Last week, leaders of the pro-North Arewa Consultative Forum (ACF) joined the former Kano governor to accuse Tinubu of leaving the North in limbo after the region had helped him to galvanize substantial votes in 2023. Chairman of the ACF, Alhaji Bashir Dalhatu, said that Tinubu had left the region to continue to wallow in insecurity, poor infrastructure, poor electricity supply, and neglect of its education and healthcare sectors.

He said: “It has to be stated, and I hope this is self-evident, that Northern Nigeria has related to Asiwaju Bola Tinubu with enthusiasm, accommodation, and goodwill. Northerners went out en masse on the 25th of February 2023 and cast their ballots for Bola Tinubu. In the event, 5.6 million out of the total 8.8 million votes he got (or 64 per cent) came from the North.
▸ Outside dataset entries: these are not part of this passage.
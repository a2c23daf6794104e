using WearWatch.Diagnosis.Statistics;

namespace WearWatch.Diagnosis.Roads;

/// <summary>What the steering signals alone say of one vehicle, the road's share removed. Null where not possible.</summary>
public sealed record SteeringFigures
{
    /// <summary>Days before the as-of date that tell how a vehicle steers now.</summary>
    public const int PresentDays = 42;

    public required string VehicleId { get; init; }
    /// <summary>Torque that keeps the vehicle straight on a flat road, N·m at the wheel; positive: the vehicle pulls right.</summary>
    public Estimate? SteeringPullNm { get; init; }
    /// <summary>Steering-wheel angle when travelling straight on a flat road, deg, + left.</summary>
    public Estimate? OffCentreDeg { get; init; }
    /// <summary>The same two where they stand at the vehicle's last trip, their wandering followed; null with them.</summary>
    public Estimate? SteeringPullLatestNm { get; init; }
    public Estimate? OffCentreLatestDeg { get; init; }
    /// <summary>Steering pull now less what it was before the last weeks, N·m; a sensor's zero does not move, a bent arm does.</summary>
    public Estimate? SteeringPullChangeNm { get; init; }
    /// <summary>Off-centre angle now less what it was before the last weeks, deg.</summary>
    public Estimate? OffCentreChangeDeg { get; init; }
    /// <summary>Age of the oldest straight run that the changes are counted from, days.</summary>
    public double? EarliestDaysAgo { get; init; }
    /// <summary>Extra steering pull while braking over coasting, N·m.</summary>
    public Estimate? BrakePullNm { get; init; }
    /// <summary>Extra steering pull under drive over coasting, N·m.</summary>
    public Estimate? DrivePullNm { get; init; }
    /// <summary>Bias of the bank reading, sine: the lateral accelerometer's zero over g.</summary>
    public Estimate? BankReadingBias { get; init; }
    /// <summary>What one unit of the bank's sine brings this vehicle, N·m and deg: its class's gain and what its own runs say beyond; null with the figure.</summary>
    public Estimate? PullPerSineNm { get; init; }
    public Estimate? OffCentrePerSineDeg { get; init; }
    /// <summary>Mean sine of the bank under the runs that the pull and the off-centre angle rest on, + left side higher; 0 without.</summary>
    public double PullMeanBank { get; init; }
    public double OffCentreMeanBank { get; init; }
    /// <summary>Standard error of the mean bank of the vehicle's road network, sine; it moves all vehicles of that network alike.</summary>
    public double? RoadLevelError { get; init; }
    public required int Runs { get; init; }
    /// <summary>Straight driving in all, s.</summary>
    public required double Seconds { get; init; }
    /// <summary>Torque is torsion bar plus assist; without assist the pull is a lower bound and downgraded.</summary>
    public bool TorqueIncludesAssist { get; init; }
    /// <summary>How the road's share was removed: by cells shared with other vehicles, the vehicle's own bank reading, or the usual crown of the traffic side.</summary>
    public required RoadShare RoadShare { get; init; }
    /// <summary>Runs that carry most weight, "stream/sequence", the evidence.</summary>
    public IReadOnlyList<string> EvidenceRuns { get; init; } = [];
    /// <summary>What was not possible and which channel would make it so.</summary>
    public IReadOnlyList<string> NotPossible { get; init; } = [];
}

public enum RoadShare { SharedCells, OwnBankReading, UsualCrown }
“And yet, two years into the four-year tenure of President Tinubu, the feeling among the people of the North is, to put it mildly, completely mixed.

“To our surprise, those who did not support him and hardly wished him well have emerged from nowhere and are trying to push a wedge between him and the North.”

The Minister of Works, David Umahi, and the Presidency had made quick ripostes to Kwakwanso’s offering, with Umahi insisting that comments by the former Kano governor were misleading. He also added that while the North had 52 per cent of the projects so far awarded by the Tinubu administration, the South has 48 per cent. He listed some of the projects to include the Sokoto-Badagry Superhighway, the dualisation of the Abuja-Kaduna-Kano highway, the Sokoto-Zamfara-Katsina-Kaduna Road, the Borno Ring Road, and several roads funded under the NNPCL Tax Credit Scheme.

“In the ongoing NNPCL Tax Credit roads and bridges as inherited, the North has 53% while the South has 47%, out of which the South-East has only 4% and the South-West only 5%. Yet, Mr. President has continued to fund these projects without bias,” Umahi said.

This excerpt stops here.